Warning signs for those considering suicide include:
- Verbal threats or passing remarks like, “Things will be better without me around.”
- Expressing helplessness or hopelessness
- Showing signs of depression
- Giving away cherished possessions
- Showing no interest in future pans
- Previous sucide attempts
- Engaging in high-risk behaviors
- Increased drug or alcohol use
Substance Abuse and Suicide Risk
Sadly, some people reach a point where their hopelessness and desperation take them to a very dark place. Addiction can hasten the process. Those who abuse drugs or alcohol are as much as nine times more likely to attempt suicide compared to nonusers.
Risk factors for suicide attempts among those struggling with addiction:
- Suicide attempts in the family
- Family history of psychotic disorders or addiction
- Duration of substance abuse
- Type of drugs abused (intravenous drug users are more at risk)

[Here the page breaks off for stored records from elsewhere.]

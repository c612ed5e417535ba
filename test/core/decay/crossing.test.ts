import { describe, expect, it } from "vitest";
import { crossing } from "../../../src/core/decay/crossing.ts";
import { expectClose } from "../../support/expectClose.ts";

const within = (searched: number) => {
  return { absolute: 1.01e-6 * searched, because: "found to a millionth of the distance searched" };
};
const away = Number.POSITIVE_INFINITY;

/** Excess -1 at the start, and how often it was asked for. */
function asked(excess: (at: number) => number) {
  let calls = 0;
  const counted = (at: number) => {
    calls++;
    return excess(at);
  };
  return { counted, calls: () => calls };
}

describe("the end of a profile", () => {
  it.each([0.01, 0.3, 1, 2.5, 40])("is found from a first step of %d, above and below", (step) => {
    // a parabola's root has a straight excess; a skew one bends
    const skew = (at: number) => Math.expm1(at) / Math.expm1(3) - 1;
    expectClose(crossing(skew, 0, step, away, -1), 3, within(Math.max(step, 4.5)));
    expectClose(
      crossing((at) => -at / 2 - 1, 0, -step, -away, -1),
      -2,
      found,
    );
    expectClose(
      crossing((at) => (at - 5) / 3 - 1, 5, step, away, -1),
      8,
      found,
    );
  });
  it("costs few evaluations: a straight excess with the right step takes one or two, a fifth power under thirty", () => {
    const straight = asked((at) => at / 2 - 1);
    crossing(straight.counted, 0, 2, away, -1);
    expect(straight.calls()).toBeLessThanOrEqual(2);
    const bent = asked((at) => at ** 5 - 1);
    expectClose(crossing(bent.counted, 0, 0.5, away, -1), 1, within(1.2));
    expect(bent.calls()).toBeLessThan(30);
  });
  it("is none where the excess stays below zero up to the limit, which is tried itself", () => {
    const flat = asked((at) => -Math.exp(-at));
    expect(crossing(flat.counted, 0, 1, 6, -1)).toBeNull();
    expect(crossing((at) => Math.abs(at) / 10 - 1, 0, -1, -9.9, -1)).toBeNull();
    expectClose(
      crossing((at) => Math.abs(at) / 9.9 - 1, 0, -1, -10, -1),
      -9.9,
      found,
    );
    expect(crossing((at) => -1 - 1 / at, 0, 1, away, -1)).toBeNull();
  });
  it("may be the limit itself", () => {
    expectClose(
      crossing((at) => at / 4 - 1, 0, 3, 4, -1),
      4,
      found,
    );
  });
});
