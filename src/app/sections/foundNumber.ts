import type { Comparison } from "../../core/comparison.ts";
import type { DecayResult } from "../../core/decayResult.ts";
import type { Quantity } from "../../core/quantity.ts";
import type { StationResult } from "../../core/stationResult.ts";
import type { CaseView } from "../session/caseView.ts";
import type { SettingRow } from "./definitionRows.ts";

/** Where a number comes from: a station, the fit of a case, two cases side by side, or several results at once. */
export type FoundNumber =
  | { readonly kind: "station"; readonly view: CaseView; readonly station: StationResult }
  | { readonly kind: "decay"; readonly view: CaseView; readonly decay: DecayResult }
  | {
      readonly kind: "comparison";
      readonly comparison: Comparison;
      readonly views: readonly CaseView[];
    }
  | {
      readonly kind: "page";
      readonly view: CaseView;
      /** As it stands on the page: "81 to 1 000". */
      readonly shown: string;
      readonly rows: readonly SettingRow[];
    };

/** The station, the fit or the comparison that holds this very quantity; null where it was made on the page. */
export function foundNumber(
  cases: readonly CaseView[],
  comparisons: readonly Comparison[],
  quantity: Quantity,
): FoundNumber | null {
  for (const view of cases) {
    const { decay } = view;
    if (decay && holds(decay, quantity)) return { kind: "decay", view, decay };
    for (const station of view.stations) {
      const { curves: _, blocks: __, ...numbers } = station;
      if (holds(numbers, quantity)) return { kind: "station", view, station };
    }
  }
  const comparison = comparisons.find((each) => holds(each, quantity));
  if (comparison === undefined) return null;
  const views = comparison.cases.flatMap((name) => cases.find((view) => view.name === name) ?? []);
  return { kind: "comparison", comparison, views };
}

/** Whether a result holds this very quantity, however deep: lists of plain numbers are passed by. */
function holds(result: unknown, quantity: Quantity): boolean {
  if (result === quantity) return true;
  if (result === null || typeof result !== "object" || ArrayBuffer.isView(result)) return false;
  if (Array.isArray(result))
    return typeof result[0] === "object" && result.some((one) => holds(one, quantity));
  return Object.values(result).some((inner) => holds(inner, quantity));
}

- Hypersensitive personality structure, which is a type of biological predisposition due to structures in the brain
Life is Precious–Help is Always Available
If you struggle with suicidal ideation or think a loved one may be suffering, resources are always available .
The National Suicide Prevention Lifeline helps those in crisis. By calling 1-800-273-TALK (8255) you can connect with a professional who will listen to you and give you the resources to make it through this difficult time. If you feel more comfortable communicating with someone by text type TALK to 741741.
In addition, calling 1-800-784-2433 or visiting www.hopeline.com can connect you with a local crisis center.
What to do if someone discusses suicidal thoughts with you:
- Stay with the person or arrange for others to be with him or her
- Don’t make any promises of secrecy
- Try to stay calm and nonjudgemental
- Lending a supportive ear is great, but don’t try to counsel the person on your own
- Determine if the person has a specific plan regarding their suicidal actions. Suicide risk is much higher for those with detailed plans
- Encourage the person to seek professional help
- If you feel the person is in danger, call your local emergency number
Trust your instincts. Don’t second guess yourself. It’s always best to air on the side of caution for those struggling with depression, addiction, and suicidal ideation. Remember: your actions during an individual’s crisis can be the difference between life and death.